+++ INFORMATION SUPPLIED +++

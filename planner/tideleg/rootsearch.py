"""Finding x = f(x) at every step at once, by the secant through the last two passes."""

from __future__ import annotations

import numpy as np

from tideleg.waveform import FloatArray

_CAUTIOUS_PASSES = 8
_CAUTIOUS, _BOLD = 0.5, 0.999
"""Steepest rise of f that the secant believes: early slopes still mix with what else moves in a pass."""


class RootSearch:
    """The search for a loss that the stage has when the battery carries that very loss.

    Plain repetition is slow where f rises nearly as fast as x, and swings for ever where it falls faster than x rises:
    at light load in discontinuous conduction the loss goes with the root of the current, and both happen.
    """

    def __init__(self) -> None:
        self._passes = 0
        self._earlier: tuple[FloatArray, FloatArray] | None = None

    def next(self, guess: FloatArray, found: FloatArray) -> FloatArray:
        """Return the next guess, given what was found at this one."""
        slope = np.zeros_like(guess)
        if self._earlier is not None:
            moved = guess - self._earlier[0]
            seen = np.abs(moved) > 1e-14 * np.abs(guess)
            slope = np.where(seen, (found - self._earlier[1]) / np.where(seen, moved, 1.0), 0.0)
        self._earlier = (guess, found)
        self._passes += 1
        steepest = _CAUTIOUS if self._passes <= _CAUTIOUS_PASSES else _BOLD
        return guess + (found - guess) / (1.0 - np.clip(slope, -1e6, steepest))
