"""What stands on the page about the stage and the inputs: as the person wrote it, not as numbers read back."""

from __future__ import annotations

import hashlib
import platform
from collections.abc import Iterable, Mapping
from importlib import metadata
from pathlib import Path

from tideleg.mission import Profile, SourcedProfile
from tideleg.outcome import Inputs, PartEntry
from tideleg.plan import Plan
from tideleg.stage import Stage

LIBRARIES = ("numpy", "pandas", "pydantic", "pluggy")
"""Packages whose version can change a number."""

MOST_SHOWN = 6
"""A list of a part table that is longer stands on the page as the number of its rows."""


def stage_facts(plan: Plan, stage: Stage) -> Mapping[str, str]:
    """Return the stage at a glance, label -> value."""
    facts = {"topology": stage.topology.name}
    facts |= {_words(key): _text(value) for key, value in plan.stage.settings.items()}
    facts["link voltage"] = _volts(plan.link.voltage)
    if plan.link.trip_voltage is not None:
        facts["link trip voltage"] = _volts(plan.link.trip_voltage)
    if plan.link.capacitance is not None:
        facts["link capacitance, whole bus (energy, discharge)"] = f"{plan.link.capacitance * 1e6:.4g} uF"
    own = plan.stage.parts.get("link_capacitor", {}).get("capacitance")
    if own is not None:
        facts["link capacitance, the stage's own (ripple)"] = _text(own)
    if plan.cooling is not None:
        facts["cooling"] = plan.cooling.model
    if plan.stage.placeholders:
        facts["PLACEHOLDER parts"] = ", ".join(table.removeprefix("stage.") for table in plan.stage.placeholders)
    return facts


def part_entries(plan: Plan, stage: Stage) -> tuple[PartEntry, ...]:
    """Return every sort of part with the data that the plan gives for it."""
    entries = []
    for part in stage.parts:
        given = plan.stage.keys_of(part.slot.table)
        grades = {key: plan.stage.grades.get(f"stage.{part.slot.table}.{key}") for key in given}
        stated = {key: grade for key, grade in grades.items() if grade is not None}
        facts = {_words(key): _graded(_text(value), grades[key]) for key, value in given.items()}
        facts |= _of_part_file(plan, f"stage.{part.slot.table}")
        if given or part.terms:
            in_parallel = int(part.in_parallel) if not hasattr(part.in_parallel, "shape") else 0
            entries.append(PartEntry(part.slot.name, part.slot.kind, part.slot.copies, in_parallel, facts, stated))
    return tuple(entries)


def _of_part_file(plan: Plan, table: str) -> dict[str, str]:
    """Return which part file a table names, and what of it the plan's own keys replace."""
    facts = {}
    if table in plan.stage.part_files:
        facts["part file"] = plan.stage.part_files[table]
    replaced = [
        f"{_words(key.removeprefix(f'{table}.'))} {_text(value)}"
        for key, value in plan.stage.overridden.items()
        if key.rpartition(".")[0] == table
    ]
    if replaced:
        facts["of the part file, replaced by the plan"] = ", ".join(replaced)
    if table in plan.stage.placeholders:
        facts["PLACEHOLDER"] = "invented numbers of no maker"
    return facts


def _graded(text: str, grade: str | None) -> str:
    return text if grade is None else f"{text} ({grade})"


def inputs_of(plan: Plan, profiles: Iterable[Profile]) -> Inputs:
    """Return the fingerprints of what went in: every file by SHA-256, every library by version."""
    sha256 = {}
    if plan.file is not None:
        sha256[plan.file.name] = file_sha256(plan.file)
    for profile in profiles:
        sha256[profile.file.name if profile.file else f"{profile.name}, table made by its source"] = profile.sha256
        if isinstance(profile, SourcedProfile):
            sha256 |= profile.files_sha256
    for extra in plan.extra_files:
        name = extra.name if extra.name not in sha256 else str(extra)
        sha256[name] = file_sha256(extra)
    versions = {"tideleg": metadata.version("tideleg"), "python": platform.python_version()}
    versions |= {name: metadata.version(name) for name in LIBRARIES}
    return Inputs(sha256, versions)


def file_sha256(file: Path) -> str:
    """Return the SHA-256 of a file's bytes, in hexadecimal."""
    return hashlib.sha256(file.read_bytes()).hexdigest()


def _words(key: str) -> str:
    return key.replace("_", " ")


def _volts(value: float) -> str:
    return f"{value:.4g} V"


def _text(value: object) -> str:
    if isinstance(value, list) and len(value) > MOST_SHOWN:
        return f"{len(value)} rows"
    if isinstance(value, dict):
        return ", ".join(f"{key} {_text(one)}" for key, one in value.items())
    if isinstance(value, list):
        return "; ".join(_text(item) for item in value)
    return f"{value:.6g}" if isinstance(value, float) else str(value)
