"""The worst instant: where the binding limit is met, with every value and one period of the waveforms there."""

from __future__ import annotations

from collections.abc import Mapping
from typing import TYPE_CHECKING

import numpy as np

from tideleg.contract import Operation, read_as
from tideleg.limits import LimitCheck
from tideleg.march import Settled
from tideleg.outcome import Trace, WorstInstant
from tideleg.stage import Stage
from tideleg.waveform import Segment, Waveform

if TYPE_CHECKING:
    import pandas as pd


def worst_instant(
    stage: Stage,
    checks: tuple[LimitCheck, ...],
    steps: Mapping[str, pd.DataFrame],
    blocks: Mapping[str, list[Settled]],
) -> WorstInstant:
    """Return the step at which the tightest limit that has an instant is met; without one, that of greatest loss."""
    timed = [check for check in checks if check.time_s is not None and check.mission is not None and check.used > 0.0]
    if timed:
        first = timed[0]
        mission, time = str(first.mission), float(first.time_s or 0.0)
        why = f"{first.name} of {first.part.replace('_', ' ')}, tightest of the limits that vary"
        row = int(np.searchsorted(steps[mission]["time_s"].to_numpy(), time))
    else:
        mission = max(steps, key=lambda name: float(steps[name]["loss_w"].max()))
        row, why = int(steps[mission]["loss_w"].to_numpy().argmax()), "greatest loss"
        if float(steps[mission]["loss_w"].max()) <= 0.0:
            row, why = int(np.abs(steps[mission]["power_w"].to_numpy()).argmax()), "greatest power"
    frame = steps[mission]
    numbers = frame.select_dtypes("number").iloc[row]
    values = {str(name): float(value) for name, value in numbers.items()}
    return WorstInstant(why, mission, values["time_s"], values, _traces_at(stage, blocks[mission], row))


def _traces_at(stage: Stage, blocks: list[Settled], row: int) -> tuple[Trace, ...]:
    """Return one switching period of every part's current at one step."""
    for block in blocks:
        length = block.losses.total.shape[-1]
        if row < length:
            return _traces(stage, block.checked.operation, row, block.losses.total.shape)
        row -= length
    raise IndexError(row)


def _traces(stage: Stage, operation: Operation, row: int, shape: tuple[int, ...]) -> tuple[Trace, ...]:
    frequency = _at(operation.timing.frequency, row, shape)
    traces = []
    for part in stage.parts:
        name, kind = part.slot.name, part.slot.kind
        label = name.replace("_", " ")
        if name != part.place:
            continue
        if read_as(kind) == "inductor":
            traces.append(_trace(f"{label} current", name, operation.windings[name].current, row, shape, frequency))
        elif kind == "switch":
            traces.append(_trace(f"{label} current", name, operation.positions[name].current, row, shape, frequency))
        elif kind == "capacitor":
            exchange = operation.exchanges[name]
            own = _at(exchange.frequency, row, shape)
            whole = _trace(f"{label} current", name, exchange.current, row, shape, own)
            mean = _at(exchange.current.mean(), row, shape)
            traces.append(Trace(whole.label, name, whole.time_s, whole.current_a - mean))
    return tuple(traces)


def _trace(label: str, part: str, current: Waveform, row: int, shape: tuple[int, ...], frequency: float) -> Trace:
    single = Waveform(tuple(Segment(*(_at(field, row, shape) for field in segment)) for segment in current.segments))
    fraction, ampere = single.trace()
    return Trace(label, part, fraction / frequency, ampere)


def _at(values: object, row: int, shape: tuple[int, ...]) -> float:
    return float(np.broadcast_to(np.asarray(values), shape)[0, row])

+++
+++ INFORMATION SUPPLIED +++

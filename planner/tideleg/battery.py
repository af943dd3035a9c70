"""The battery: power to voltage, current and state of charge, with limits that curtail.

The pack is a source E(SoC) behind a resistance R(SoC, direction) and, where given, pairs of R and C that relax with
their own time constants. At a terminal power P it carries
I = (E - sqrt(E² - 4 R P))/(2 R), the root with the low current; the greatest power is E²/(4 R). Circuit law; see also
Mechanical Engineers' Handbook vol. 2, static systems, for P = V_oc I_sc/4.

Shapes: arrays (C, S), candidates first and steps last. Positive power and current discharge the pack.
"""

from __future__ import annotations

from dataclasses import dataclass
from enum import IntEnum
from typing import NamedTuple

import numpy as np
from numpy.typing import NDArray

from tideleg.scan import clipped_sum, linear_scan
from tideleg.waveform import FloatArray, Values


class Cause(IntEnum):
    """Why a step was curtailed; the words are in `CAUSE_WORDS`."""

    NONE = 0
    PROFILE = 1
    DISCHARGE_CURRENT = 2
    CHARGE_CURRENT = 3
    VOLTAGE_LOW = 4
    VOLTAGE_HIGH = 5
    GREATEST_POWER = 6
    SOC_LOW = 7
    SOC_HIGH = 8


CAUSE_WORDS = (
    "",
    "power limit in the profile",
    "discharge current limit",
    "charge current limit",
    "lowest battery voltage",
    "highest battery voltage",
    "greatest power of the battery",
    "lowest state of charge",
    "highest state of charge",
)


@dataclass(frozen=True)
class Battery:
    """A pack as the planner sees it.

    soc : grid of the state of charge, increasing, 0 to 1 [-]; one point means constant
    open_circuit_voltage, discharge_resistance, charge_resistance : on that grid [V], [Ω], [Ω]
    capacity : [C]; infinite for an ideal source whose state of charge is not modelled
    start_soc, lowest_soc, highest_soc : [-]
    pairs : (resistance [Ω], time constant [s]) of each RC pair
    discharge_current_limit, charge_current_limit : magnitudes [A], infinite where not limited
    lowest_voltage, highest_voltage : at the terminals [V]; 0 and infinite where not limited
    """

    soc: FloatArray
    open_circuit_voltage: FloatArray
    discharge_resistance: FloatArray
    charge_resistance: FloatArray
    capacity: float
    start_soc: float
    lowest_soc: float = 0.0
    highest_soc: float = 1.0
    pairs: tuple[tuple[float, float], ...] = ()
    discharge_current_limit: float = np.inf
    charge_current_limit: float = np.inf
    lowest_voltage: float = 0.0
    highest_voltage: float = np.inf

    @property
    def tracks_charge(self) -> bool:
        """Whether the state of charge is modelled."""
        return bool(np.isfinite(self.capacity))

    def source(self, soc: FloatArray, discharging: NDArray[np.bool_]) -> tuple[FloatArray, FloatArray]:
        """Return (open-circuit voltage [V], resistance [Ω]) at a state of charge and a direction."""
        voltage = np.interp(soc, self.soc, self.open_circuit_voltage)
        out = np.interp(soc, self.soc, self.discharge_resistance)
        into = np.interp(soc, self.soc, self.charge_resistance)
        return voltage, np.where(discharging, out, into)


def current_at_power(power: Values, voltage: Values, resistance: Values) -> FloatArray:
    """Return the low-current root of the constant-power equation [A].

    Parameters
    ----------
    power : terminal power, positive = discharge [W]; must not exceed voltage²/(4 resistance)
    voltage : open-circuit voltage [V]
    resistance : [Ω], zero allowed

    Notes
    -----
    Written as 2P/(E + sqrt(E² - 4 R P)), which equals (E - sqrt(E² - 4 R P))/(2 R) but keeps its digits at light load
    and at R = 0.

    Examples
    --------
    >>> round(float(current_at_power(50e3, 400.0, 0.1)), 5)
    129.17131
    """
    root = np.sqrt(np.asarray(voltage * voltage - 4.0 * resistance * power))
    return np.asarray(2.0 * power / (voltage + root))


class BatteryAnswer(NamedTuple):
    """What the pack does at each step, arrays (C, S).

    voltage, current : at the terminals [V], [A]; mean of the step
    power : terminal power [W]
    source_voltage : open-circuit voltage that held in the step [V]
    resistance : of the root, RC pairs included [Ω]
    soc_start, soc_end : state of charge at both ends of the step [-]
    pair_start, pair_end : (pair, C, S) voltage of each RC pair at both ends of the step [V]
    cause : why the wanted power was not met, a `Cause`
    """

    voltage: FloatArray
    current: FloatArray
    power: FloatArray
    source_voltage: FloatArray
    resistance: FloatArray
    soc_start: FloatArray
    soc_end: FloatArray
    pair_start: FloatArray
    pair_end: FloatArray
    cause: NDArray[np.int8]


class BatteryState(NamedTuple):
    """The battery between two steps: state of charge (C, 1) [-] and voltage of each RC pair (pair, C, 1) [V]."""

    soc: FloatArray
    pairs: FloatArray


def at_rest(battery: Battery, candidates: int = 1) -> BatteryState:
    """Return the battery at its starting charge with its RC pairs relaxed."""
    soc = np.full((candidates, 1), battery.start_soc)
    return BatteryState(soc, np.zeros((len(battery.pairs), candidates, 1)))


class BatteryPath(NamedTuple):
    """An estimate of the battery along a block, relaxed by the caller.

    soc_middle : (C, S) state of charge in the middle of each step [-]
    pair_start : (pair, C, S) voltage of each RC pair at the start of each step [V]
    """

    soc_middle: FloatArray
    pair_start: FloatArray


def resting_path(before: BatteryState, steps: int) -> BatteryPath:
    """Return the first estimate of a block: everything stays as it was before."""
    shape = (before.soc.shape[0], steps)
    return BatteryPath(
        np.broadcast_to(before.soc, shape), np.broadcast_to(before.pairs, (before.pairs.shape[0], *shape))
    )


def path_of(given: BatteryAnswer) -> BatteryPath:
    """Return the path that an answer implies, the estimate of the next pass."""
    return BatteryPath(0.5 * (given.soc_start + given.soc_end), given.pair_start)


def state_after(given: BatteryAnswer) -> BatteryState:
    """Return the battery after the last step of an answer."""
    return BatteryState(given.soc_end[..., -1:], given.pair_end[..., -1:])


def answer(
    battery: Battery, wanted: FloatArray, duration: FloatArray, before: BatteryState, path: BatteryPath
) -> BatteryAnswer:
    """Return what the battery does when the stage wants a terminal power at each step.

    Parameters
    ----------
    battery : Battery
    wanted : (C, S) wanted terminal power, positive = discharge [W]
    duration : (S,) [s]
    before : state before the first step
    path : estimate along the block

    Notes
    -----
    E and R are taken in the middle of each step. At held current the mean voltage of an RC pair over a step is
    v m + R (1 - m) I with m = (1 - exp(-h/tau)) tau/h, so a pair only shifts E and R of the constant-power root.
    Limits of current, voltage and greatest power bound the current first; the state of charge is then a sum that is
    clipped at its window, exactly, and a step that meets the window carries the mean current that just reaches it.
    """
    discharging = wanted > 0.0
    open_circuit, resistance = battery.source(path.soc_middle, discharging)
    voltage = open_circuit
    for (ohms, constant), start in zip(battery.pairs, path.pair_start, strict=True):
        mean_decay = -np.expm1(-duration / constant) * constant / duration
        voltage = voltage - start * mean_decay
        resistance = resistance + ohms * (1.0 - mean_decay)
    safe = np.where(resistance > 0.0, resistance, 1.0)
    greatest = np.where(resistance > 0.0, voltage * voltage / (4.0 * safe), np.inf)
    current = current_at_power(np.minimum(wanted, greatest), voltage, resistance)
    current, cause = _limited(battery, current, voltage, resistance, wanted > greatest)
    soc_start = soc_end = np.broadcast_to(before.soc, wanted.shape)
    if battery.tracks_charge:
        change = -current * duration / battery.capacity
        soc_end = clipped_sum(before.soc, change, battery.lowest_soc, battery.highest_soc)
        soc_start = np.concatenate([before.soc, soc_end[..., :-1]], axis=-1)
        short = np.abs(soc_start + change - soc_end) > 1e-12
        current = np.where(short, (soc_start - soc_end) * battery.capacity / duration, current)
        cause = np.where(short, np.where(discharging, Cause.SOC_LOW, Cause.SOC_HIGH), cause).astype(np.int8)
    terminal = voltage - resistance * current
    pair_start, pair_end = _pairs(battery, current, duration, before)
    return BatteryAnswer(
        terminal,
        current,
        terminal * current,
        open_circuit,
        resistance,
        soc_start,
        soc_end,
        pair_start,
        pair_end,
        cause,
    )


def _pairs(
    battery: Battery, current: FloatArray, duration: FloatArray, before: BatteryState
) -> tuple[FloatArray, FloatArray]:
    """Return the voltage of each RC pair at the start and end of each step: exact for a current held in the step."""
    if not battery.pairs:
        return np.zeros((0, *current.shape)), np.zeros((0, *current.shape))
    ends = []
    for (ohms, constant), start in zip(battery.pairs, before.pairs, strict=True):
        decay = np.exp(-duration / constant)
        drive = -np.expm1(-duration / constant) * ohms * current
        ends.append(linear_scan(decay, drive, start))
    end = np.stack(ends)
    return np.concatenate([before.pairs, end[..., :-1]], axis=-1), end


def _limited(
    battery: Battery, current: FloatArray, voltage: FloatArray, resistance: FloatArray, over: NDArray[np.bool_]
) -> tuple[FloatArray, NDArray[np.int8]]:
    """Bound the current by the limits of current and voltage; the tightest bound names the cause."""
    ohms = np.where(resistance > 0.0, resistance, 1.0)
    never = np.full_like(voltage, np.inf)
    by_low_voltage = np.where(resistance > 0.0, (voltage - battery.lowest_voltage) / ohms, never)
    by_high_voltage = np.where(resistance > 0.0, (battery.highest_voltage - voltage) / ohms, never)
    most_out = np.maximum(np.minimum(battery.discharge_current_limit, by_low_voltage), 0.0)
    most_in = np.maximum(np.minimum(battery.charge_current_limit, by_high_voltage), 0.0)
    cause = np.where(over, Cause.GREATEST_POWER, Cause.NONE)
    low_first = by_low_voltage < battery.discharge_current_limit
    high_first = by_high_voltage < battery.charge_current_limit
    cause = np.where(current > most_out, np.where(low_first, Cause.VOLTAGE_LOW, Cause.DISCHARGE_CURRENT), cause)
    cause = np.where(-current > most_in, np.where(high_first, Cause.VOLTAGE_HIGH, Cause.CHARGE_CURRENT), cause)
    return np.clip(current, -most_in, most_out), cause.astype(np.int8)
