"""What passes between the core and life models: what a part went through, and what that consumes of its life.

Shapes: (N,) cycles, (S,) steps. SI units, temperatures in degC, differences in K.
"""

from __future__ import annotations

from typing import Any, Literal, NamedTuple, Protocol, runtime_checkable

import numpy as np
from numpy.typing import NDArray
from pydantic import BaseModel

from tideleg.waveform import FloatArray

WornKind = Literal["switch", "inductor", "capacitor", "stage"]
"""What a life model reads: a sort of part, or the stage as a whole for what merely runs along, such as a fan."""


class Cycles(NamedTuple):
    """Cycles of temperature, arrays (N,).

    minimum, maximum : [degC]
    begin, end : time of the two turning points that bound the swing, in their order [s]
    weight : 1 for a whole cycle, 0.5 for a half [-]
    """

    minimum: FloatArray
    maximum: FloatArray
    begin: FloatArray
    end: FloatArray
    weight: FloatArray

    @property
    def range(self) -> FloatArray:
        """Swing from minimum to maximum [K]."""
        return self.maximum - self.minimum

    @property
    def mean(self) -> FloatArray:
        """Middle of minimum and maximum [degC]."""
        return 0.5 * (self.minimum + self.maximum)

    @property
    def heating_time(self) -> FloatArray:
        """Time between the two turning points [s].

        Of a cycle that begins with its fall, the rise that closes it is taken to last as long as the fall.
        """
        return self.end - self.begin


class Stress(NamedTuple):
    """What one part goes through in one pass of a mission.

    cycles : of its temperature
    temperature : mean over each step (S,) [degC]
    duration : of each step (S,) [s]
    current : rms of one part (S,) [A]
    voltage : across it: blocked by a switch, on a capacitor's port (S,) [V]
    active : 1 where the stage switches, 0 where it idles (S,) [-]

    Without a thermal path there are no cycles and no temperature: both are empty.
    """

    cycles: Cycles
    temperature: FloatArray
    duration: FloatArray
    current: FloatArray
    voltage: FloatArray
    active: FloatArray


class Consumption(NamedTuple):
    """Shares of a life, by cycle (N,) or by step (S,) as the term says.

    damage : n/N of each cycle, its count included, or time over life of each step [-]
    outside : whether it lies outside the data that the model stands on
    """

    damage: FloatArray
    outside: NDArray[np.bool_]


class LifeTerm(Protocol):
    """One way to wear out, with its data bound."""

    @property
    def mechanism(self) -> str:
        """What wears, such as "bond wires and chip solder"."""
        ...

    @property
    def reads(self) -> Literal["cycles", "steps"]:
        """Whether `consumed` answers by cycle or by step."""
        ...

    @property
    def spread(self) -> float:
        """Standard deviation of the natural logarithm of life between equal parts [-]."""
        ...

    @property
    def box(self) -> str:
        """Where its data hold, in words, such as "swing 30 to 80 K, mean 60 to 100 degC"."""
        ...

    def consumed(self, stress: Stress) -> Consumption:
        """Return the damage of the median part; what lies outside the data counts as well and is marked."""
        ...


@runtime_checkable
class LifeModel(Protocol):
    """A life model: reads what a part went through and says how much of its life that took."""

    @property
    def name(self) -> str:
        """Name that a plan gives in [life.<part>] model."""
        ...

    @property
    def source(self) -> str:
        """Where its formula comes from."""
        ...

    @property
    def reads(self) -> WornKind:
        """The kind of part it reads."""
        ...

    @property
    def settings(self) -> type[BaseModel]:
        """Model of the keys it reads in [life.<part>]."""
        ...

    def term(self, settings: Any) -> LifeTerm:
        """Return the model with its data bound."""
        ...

+++

EXERCISE GOAL
Look back at the entries above and repeat, unchanged, every line from the line holding "filename planner/tideleg/rootsearch.py" through the line holding "slope = np.zeros_like(guess)".

TASK OUTPUT
filename planner/tideleg/rootsearch.py
"""Finding x = f(x) at every step at once, by the secant through the last two passes."""

from __future__ import annotations

import numpy as np

from tideleg.waveform import FloatArray

_CAUTIOUS_PASSES = 8
_CAUTIOUS, _BOLD = 0.5, 0.999
"""Steepest rise of f that the secant believes: early slopes still mix with what else moves in a pass."""


class RootSearch:
    """The search for a loss that the stage has when the battery carries that very loss.

    Plain repetition is slow where f rises nearly as fast as x, and swings for ever where it falls faster than x rises:
    at light load in discontinuous conduction the loss goes with the root of the current, and both happen.
    """

    def __init__(self) -> None:
        self._passes = 0
        self._earlier: tuple[FloatArray, FloatArray] | None = None

    def next(self, guess: FloatArray, found: FloatArray) -> FloatArray:
        """Return the next guess, given what was found at this one."""
        slope = np.zeros_like(guess)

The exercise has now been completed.